В силу объективных причин (прежде всего владение арабским и в меньшей степени тюркскими языками) нам удалось глубже заглянуть в социальные, экономические и бытовые реалии некоторых мусульманских диаспор в странах ЕС, что позволило прийти к некоторым новым выводам относительно тенденций интеграции и отчуждения мусульманских диаспор в Европе.
Актуальные оценки численности мусульман в Европе варьируются в зависимости от определения, кого же именно относить к ним (только граждан ЕС или включать в их число лиц, не имеющих европейского гражданства), и от методологии подсчёта. Кроме того, существенное влияние на конечные показатели оказывают как политические и идеологические соображения, так и такое понятие, как "полит-корректность", а также нежелание политиков предстать в невыгодном для них свете. Если опираться на официальные данные Евросоюза и национальных источников, получается, что из 525 млн жителей Западной и Центральной Европы (28 стран-членов Евросоюза, плюс Норвегия и Швейцария) насчитывается от 15 до 20 миллионов мусульман, что составляет от 2,8 до 3,8% населения. Однако если ориентироваться на цифры, сообщаемые мусульманскими объединениями, то этот показатель может быть порядка 25 миллионов, что соответствует уже 4,8% всех жителей рассматриваемого нами региона.

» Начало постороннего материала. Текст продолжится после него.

package main

import (
	"context"
	"os"
	"path/filepath"
	"strings"
	"syscall"
	"testing"
	"time"

	"google.golang.org/grpc"
	"google.golang.org/grpc/credentials/insecure"

	"github.com/pulsefleet/pulsefleet/internal/sim"
	"github.com/pulsefleet/pulsefleet/internal/store"
	pb "github.com/pulsefleet/pulsefleet/proto/pulsefleet/v1"
)

// durableSequences asks a running gateway for every device's highest durable
// sequence number (what it has acknowledged).
func durableSequences(t *testing.T, addr string) map[string]uint64 {
	t.Helper()
	conn, err := grpc.NewClient(addr, grpc.WithTransportCredentials(insecure.NewCredentials()))
	if err != nil {
		t.Fatal(err)
	}
	defer conn.Close()
	ctx, cancel := context.WithTimeout(context.Background(), 20*time.Second)
	defer cancel()
	resp, err := pb.NewFleetServiceClient(conn).ListDevices(ctx, &pb.ListDevicesRequest{})
	if err != nil {
		t.Fatal(err)
	}
	out := map[string]uint64{}
	for _, d := range resp.GetDevices() {
		out[d.GetDeviceId()] = d.GetLastSequence()
	}
	return out
}

// A backup taken through a gateway while raw devices stream: the devices
// see every message acknowledged and no stream error; the snapshot passes
// the full check and holds every message acknowledged before it began. A
// gateway killed (-9) in the middle of a later backup leaves the earlier
// good file untouched and no partial file, and its store intact. The
// snapshot restored into a new data directory serves a gateway from which
// the devices resume at the snapshot's cursors, nothing duplicated or lost.
func TestBackupUnderLoadKill9AndRestore(t *testing.T) {
	if testing.Short() {
		t.Skip("process test")
	}
	data, outDir := t.TempDir(), t.TempDir()
	good := filepath.Join(outDir, "pilot.db")
	// History from before this run: the snapshot must be large enough for
	// the kill below to cut it, whatever the store's encodings save.
	func() {
		db, err := store.Open(data, store.Options{})
		if err != nil {
			t.Fatal(err)
		}
		defer db.Close()
		var filler []*store.AuditEntry
		for i := 0; i < 4000; i++ {
			filler = append(filler, &store.AuditEntry{TimeMS: int64(i), Actor: "seed", Action: "test.filler", Detail: strings.Repeat("x", 1000)})
		}
		if err := db.AppendAudit(filler...); err != nil {
			t.Fatal(err)
		}
	}()
	c := startServe(t, data, "--capture-raw")
	ctx, cancel := context.WithTimeout(context.Background(), 120*time.Second)
	defer cancel()
	simOpt := sim.Options{Gateway: c.grpcAddr, Devices: 20, IDPrefix: "bk", Mode: sim.ModeRaw, RateHz: 100, Speed: 10,
		Duration: 8 * time.Second, Seed: 16}
	done := make(chan *sim.Report, 1)
	go func() {
		r, err := sim.Run(ctx, simOpt)
		if err != nil {
			t.Errorf("sim: %v", err)
		}
		done <- r
	}()
	deadline := time.Now().Add(30 * time.Second)
	for time.Now().Before(deadline) && !strings.Contains(scrapeMetrics(c.httpAddr), `pulsefleet_messages_received_total{mode="raw"}`) {
		time.Sleep(100 * time.Millisecond)
	}
	time.Sleep(time.Second)
	before := durableSequences(t, c.grpcAddr)
	if code, out := runBinary(t, "backup", "--gateway", c.grpcAddr, "--out", good); code != 0 {
		t.Fatalf("backup exit %d: %s", code, out)
	}
	rep := <-done
	if rep == nil {
		t.Fatal("the simulator did not report")
	}
	if rep.StreamErrors != 0 || rep.RejectedValid != 0 || rep.UnackedAtEnd != 0 || rep.FramesAcked != rep.FramesSent || rep.FramesAcked == 0 {
		t.Errorf("streaming during the backup: %d sent, %d acked, %d unacked, %d stream errors, %d valid rejected (%s)",
			rep.FramesSent, rep.FramesAcked, rep.UnackedAtEnd, rep.StreamErrors, rep.RejectedValid, rep.LastError)
	}
	fi, err := os.Stat(good)
	if err != nil || fi.Mode().Perm() != 0o600 {
		t.Fatalf("backup file: %v, %v; want mode 0600", fi, err)
	}
	goodSum, _ := store.FileSHA256(good)
	if rec, err := store.ReadChecksumFile(good); err != nil || rec != goodSum {
		t.Fatalf("checksum file says %q (%v), the file hashes to %s", rec, err, goodSum)
	}
	if code, out := runBinary(t, "verify", "--file", good); code != 0 {
		t.Fatalf("the snapshot fails the full check: %s", out)
	}
	snapDir := t.TempDir()
	if code, out := runBinary(t, "restore", "--data", snapDir, "--from", good); code != 0 {
		t.Fatalf("restore exit %d: %s", code, out)
	}
	snapCursors := map[string]store.Cursor{}
	func() {
		db, err := store.Open(snapDir, store.Options{ReadOnly: true})
		if err != nil {
			t.Fatal(err)
		}
		defer db.Close()
		if snapCursors, err = db.Cursors(); err != nil {
			t.Fatal(err)
		}
		tot, _ := db.LedgerTotals()
		acked := 0
		for id, seq := range before {
			if seq == 0 {
				continue
			}
			acked++
			if snapCursors[id].LastSeq < seq || tot[id].MaxSeq < seq || !tot[id].Distinct {
				t.Errorf("%s: acknowledged through %d before the backup began; the snapshot's cursor %d, ledger %+v", id, seq, snapCursors[id].LastSeq, tot[id])
			}
		}
		if acked == 0 {
			t.Fatal("nothing was acknowledged before the backup: the test proved nothing")
		}
	}()

	// kill -9 of the gateway in the middle of a backup to the same name.
	var size int64
	_, err = fetchBackup(ctx, &clientFlags{}, c.grpcAddr, good, func(done, total int64) {
		if size == 0 {
			size = total
			c.cmd.Process.Signal(syscall.SIGKILL)
			<-c.exited
		}
	})
	if size < 2*backupWindow+512<<10 {
		t.Fatalf("the snapshot has %d bytes, too few to be cut by the kill (want > %d)", size, 2*backupWindow+512<<10)
	}
	if err == nil {
		t.Fatal("a backup cut by kill -9 reported success")
	}
	t.Logf("backup of %d bytes cut: %v", size, err)
	if sum, _ := store.FileSHA256(good); sum != goodSum {
		t.Error("the cut backup replaced the good file")
	}
	if ents, _ := os.ReadDir(outDir); len(ents) != 2 {
		t.Errorf("after the cut backup the directory holds %v, want the good file and its checksum only", ents)
	}
	if code, out := runBinary(t, "verify", "--data", data); code != 0 {
		t.Fatalf("the store of the killed gateway fails the check: %s", out)
	}

	// Restore into a new directory, start a gateway, stream again.
	fresh := t.TempDir()
	if code, out := runBinary(t, "restore", "--data", fresh, "--from", good); code != 0 {
		t.Fatalf("restore exit %d: %s", code, out)
	}
	c2 := startServe(t, fresh)
	simOpt.Gateway, simOpt.Duration, simOpt.Seed = c2.grpcAddr, 2*time.Second, 17
	rep2, err := sim.Run(ctx, simOpt)
	if err != nil {
		t.Fatal(err)
	}
	if rep2.StreamErrors != 0 || rep2.ResumeRegress != 0 || rep2.UnackedAtEnd != 0 || rep2.FramesAcked == 0 {
		t.Errorf("streaming to the restored gateway: %+v", rep2)
	}
	c2.cmd.Process.Signal(syscall.SIGTERM)
	<-c2.exited
	db, err := store.Open(fresh, store.Options{ReadOnly: true})
	if err != nil {
		t.Fatal(err)
	}
	defer db.Close()
	tot, err := db.LedgerTotals()
	if err != nil {
		t.Fatal(err)
	}
	for id, cur := range snapCursors {
		lt := tot[id]
		// Contiguous 1..MaxSeq, each once, and new data past the snapshot.
		if !lt.Distinct || lt.Chunks != lt.MaxSeq || lt.MaxSeq <= cur.LastSeq {
			t.Errorf("%s: snapshot cursor %d, ledger after resuming %+v: want every sequence once, past the cursor", id, cur.LastSeq, lt)
		}
	}
	if len(snapCursors) != simOpt.Devices {
		t.Errorf("snapshot holds %d device cursors, want %d", len(snapCursors), simOpt.Devices)
	}
}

Столь существенный разнобой в цифрах объясняется не только стремлением каждой из сторон представить картину в более "благоприятном" для себя свете, но и подходом к подсчёту правоверных. Правительственные и полуофициальные источники в тех случаях, когда они вообще ведут подобный учёт (в ряде стран Евросоюза он не практикуется или прямо запрещён), как правило, сообщают сведения о мусульманах, имеющих гражданство, вид на жительство или претендующих на подобный статус.

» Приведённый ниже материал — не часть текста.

package main

import (
	"context"
	"encoding/csv"
	"fmt"
	"github.com/pulsefleet/pulsefleet/internal/caution"
	"io"
	"sort"
	"strconv"
	"strings"
	"text/tabwriter"
	"time"
	"unicode/utf8"

	"google.golang.org/grpc/codes"
	"google.golang.org/grpc/status"
	"google.golang.org/protobuf/encoding/protojson"

	pb "github.com/pulsefleet/pulsefleet/proto/pulsefleet/v1"
)

func init() {
	register(command{
		name: "quality",
		summary: `Show each device's signal quality and uptime from one or more running gateways.
Per device: sessions and reconnects, uptime over 1 h / 24 h / 7 d, data messages
accepted, lost (sequence gaps), duplicate, late and rejected, device clock drift
(ppm, + = device fast), effective raw sample rate, share of seconds with a valid
SpO2, SQI and PI percentiles (p10/p50/p90), clipping and low-resolution shares,
battery. Several gateways (comma-separated) are merged: a device reported by
more than one (during a reshard) is taken from the gateway where it was up
most in the last hour.`,
		run: runQuality,
	})
}

// qualityColumns is the CSV header (one row per device; empty = unknown).
var qualityColumns = []string{"device", "sessions", "reconnects", "uptime_1h", "uptime_24h", "uptime_7d",
	"chunks_accepted", "chunks_lost", "duplicates", "late_chunks", "chunks_rejected", "clock_drift_ppm",
	"effective_sample_rate_hz", "valid_spo2_share", "sqi_p10", "sqi_p50", "sqi_p90", "pi_p10_pct", "pi_p50_pct", "pi_p90_pct",
	"clipping_share", "low_resolution_share", "battery_pct"}

func runQuality(ctx context.Context, args []string, s stdio) error {
	var cf clientFlags
	fs := newFlagSet("quality", "--gateway ADDR[,ADDR...] [--device ID] [--format table|csv|json]", s.err)
	cf.register(fs)
	device := fs.String("device", "", "only this device")
	format := fs.String("format", "table", "output: table (readable), csv or json")
	if err := parseFlags(fs, args); err != nil {
		return err
	}
	switch *format {
	case "table", "csv", "json":
	default:
		return usagef("--format: %q, want table, csv or json", *format)
	}
	addrs, err := cf.addrs()
	if err != nil {
		return err
	}
	qs, err := fetchQuality(ctx, &cf, addrs, *device)
	if err != nil {
		return err
	}
	switch *format {
	case "csv":
		return writeQualityCSV(s.out, qs)
	case "json":
		return writeProtoJSON(s.out, qs, protojson.MarshalOptions{UseProtoNames: true, EmitUnpopulated: true})
	}
	return writeQualityTable(s.out, qs)
}

// fetchQuality asks every gateway and merges by device id.
func fetchQuality(ctx context.Context, cf *clientFlags, addrs []string, device string) ([]*pb.DeviceQuality, error) {
	byID := map[string]*pb.DeviceQuality{}
	keep := func(q *pb.DeviceQuality) {
		old, ok := byID[q.GetDeviceId()]
		if !ok || q.GetUptime_1H() > old.GetUptime_1H() ||
			(q.GetUptime_1H() == old.GetUptime_1H() && q.GetChunksAccepted() > old.GetChunksAccepted()) {
			byID[q.GetDeviceId()] = q
		}
	}
	for _, a := range addrs {
		conn, err := cf.dial(a)
		if err != nil {
			return nil, err
		}
		cctx, cancel := context.WithTimeout(cf.ctx(ctx), 30*time.Second)
		fc := pb.NewFleetServiceClient(conn)
		if device != "" {
			resp, err := fc.GetDeviceQuality(cctx, &pb.GetDeviceQualityRequest{DeviceId: device})
			switch {
			case status.Code(err) == codes.NotFound && len(addrs) > 1:
				// another shard may know it
			case err != nil:
				cancel()
				conn.Close()
				return nil, fmt.Errorf("gateway %s: %w", a, err)
			default:
				keep(resp.GetQuality())
			}
		} else {
			resp, err := fc.ListDeviceQuality(cctx, &pb.ListDeviceQualityRequest{})
			if err != nil {
				cancel()
				conn.Close()
				return nil, fmt.Errorf("gateway %s: %w", a, err)
			}
			for _, q := range resp.GetQualities() {
				keep(q)
			}
		}
		cancel()
		conn.Close()
	}
	if device != "" && len(byID) == 0 {
		return nil, fmt.Errorf("--device: %q is not known to any of the %d gateways", device, len(addrs))
	}
	out := make([]*pb.DeviceQuality, 0, len(byID))
	for _, q := range byID {
		out = append(out, q)
	}
	sort.Slice(out, func(i, j int) bool { return out[i].GetDeviceId() < out[j].GetDeviceId() })
	return out, nil
}

func ff(v float64, prec int) string { return strconv.FormatFloat(v, 'f', prec, 64) }

// estCell prints an estimate, or nothing when there is none yet.
func estCell(v *float64, prec int) string {
	if v == nil {
		return ""
	}
	return ff(*v, prec)
}

func distCells(d *pb.Distribution, prec int) []string {
	if d.GetCount() == 0 {
		return []string{"", "", ""}
	}
	return []string{ff(d.GetP10(), prec), ff(d.GetP50(), prec), ff(d.GetP90(), prec)}
}

func batteryCell(v float64) string {
	if v < 0 {
		return ""
	}
	return ff(v, 0)
}

func writeQualityCSV(w io.Writer, qs []*pb.DeviceQuality) error {
	if err := caution.WriteComment(w); err != nil {
		return err
	}
	cw := csv.NewWriter(w)
	if err := cw.Write(qualityColumns); err != nil {
		return err
	}
	for _, q := range qs {
		row := []string{q.GetDeviceId(), strconv.FormatUint(q.GetSessions(), 10), strconv.FormatUint(q.GetReconnects(), 10),
			ff(q.GetUptime_1H(), 4), ff(q.GetUptime_24H(), 4), ff(q.GetUptime_7D(), 4),
			strconv.FormatUint(q.GetChunksAccepted(), 10), strconv.FormatUint(q.GetChunksLost(), 10), strconv.FormatUint(q.GetDuplicates(), 10),
			strconv.FormatUint(q.GetLateChunks(), 10), strconv.FormatUint(q.GetChunksRejected(), 10),
			estCell(q.ClockDriftPpm, 2), estCell(q.EffectiveSampleRateHz, 3), ff(q.GetValidSpo2Share(), 4)}
		row = append(row, distCells(q.GetSqi(), 3)...)
		row = append(row, distCells(q.GetPiPct(), 3)...)
		row = append(row, ff(q.GetClippingShare(), 4), ff(q.GetLowResolutionShare(), 4), batteryCell(q.GetBatteryPct()))
		if err := cw.Write(row); err != nil {
			return err
		}
	}
	cw.Flush()
	return cw.Error()
}

func pctCell(v float64) string { return ff(100*v, 1) }

// uptimeCell is "-" while the window has no coverage (no part of it since
// the device was first seen), as on the web page.
func uptimeCell(share, windowS float64) string {
	if windowS <= 0 {
		return "-"
	}
	return pctCell(share)
}

func orDash(s string) string {
	if s == "" {
		return "-"
	}
	return s
}

func writeQualityTable(w io.Writer, qs []*pb.DeviceQuality) error {
	// Numbers align right; device ids are padded so they read left-aligned.
	width := len("DEVICE")
	for _, q := range qs {
		width = max(width, utf8.RuneCountInString(safeCell(q.GetDeviceId())))
	}
	pad := func(s string) string { // the row escapes it; pad for the escaped width
		return s + strings.Repeat(" ", max(0, width-utf8.RuneCountInString(safeCell(s))))
	}
	tw := newTable(w, tabwriter.AlignRight)
	tw.rowTerminated(pad("DEVICE"), "SESSIONS", "RECONN", "UP 1h %", "UP 24h %", "UP 7d %", "ACCEPTED", "LOST", "DUP", "LATE", "REJECTED", "DRIFT ppm", "RATE Hz", "VALID SpO2 %", "SQI p10/p50/p90", "PI % p10/p50/p90", "CLIP %", "LOWRES %", "BATTERY %")
	for _, q := range qs {
		sqi, pi := distCells(q.GetSqi(), 2), distCells(q.GetPiPct(), 2)
		dist := func(c []string) string {
			if c[0] == "" {
				return "-"
			}
			return c[0] + "/" + c[1] + "/" + c[2]
		}
		u := func(v uint64) string { return strconv.FormatUint(v, 10) }
		tw.rowTerminated(pad(q.GetDeviceId()), u(q.GetSessions()), u(q.GetReconnects()), uptimeCell(q.GetUptime_1H(), q.GetUptime_1HWindowS()), uptimeCell(q.GetUptime_24H(), q.GetUptime_24HWindowS()), uptimeCell(q.GetUptime_7D(), q.GetUptime_7DWindowS()),
			u(q.GetChunksAccepted()), u(q.GetChunksLost()), u(q.GetDuplicates()), u(q.GetLateChunks()), u(q.GetChunksRejected()),
			orDash(estCell(q.ClockDriftPpm, 1)), orDash(estCell(q.EffectiveSampleRateHz, 2)), pctCell(q.GetValidSpo2Share()),
			dist(sqi), dist(pi), pctCell(q.GetClippingShare()), pctCell(q.GetLowResolutionShare()), orDash(batteryCell(q.GetBatteryPct())))
	}
	return tw.flush()
}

Как показали наши полевые исследования, мусульманские объединения в Европе обычно исходят из общей численности общины, складывающейся вокруг молельного дома, мечети или территориальной группы общин. Понятно, что, за редким исключением, документы о наличии гражданства или права на жительство у молящихся не спрашивают, хотя руководители общин, да и рядовые члены, могут быть хорошо осведомлены об отсутствии подобных документов у своих единоверцев. Другими словами, данные из мечетей неизбежно будут более высокими, чем из официальных правительственных источников, поскольку будут базироваться на фактической посещаемости верующими мест, предназначенных для моления, без политических и юридических корректировок. Впрочем, не следует списывать со счетов и то, что в некоторых странах ЕС большая по численности община может претендовать на более весомую государственную поддержку [Фитуни, Абрамова, 2016].
До начала европейского миграционного кризиса 2015-2016 гг. считалось, что к 2030 г. около 10% населения ЕС могут составить мусульмане. При этом в целом в Европе в восьми странах, даже без учёта иммигрантов, исповедовать ислам будут более 10% их граждан. Это - Албания (82,2% всего населения), Босния-Герцоговина (42,7%), Македония (40,3%), Черногория (21,5%), Болгария (15,7%) Россия (14,4%), Франция (10,3%) и Бельгия (10,2%). В Косово доля мусульманского населения, по данному прогнозу, должна была бы возрасти до 93,5%. [Pew, 2015]. Данные оценки по Европе, на наш взгляд, были бы в целом релевантны для прогнозирования возможной численности мусульман в ЕС, поскольку, как ожидалось, к 2030 г. все выше перечисленные страны должны или могли бы стать членами Евросоюза.
Но в ситуацию вмешался во многом рукотворный миграционный кризис 2015-2016 гг. Совершенно очевидно, что, если в результате массового прихода к власти популистов в ЕС не сложится некая новая реальность [Громыко Ал.A., 2016a], радикально меняющая экономическое и политическое положение диаспор в странах Евросоюза, прогнозные показатели придётся повысить. В одних странах - весьма существенно, в других - не столь значительно. Очевидно, что и число стран с вышеуказанным пороговым индикатором в 10% возрастёт. К ним присоединятся, скорее всего, Германия, и, с большой долей вероятности, Великобритания и Нидерланды.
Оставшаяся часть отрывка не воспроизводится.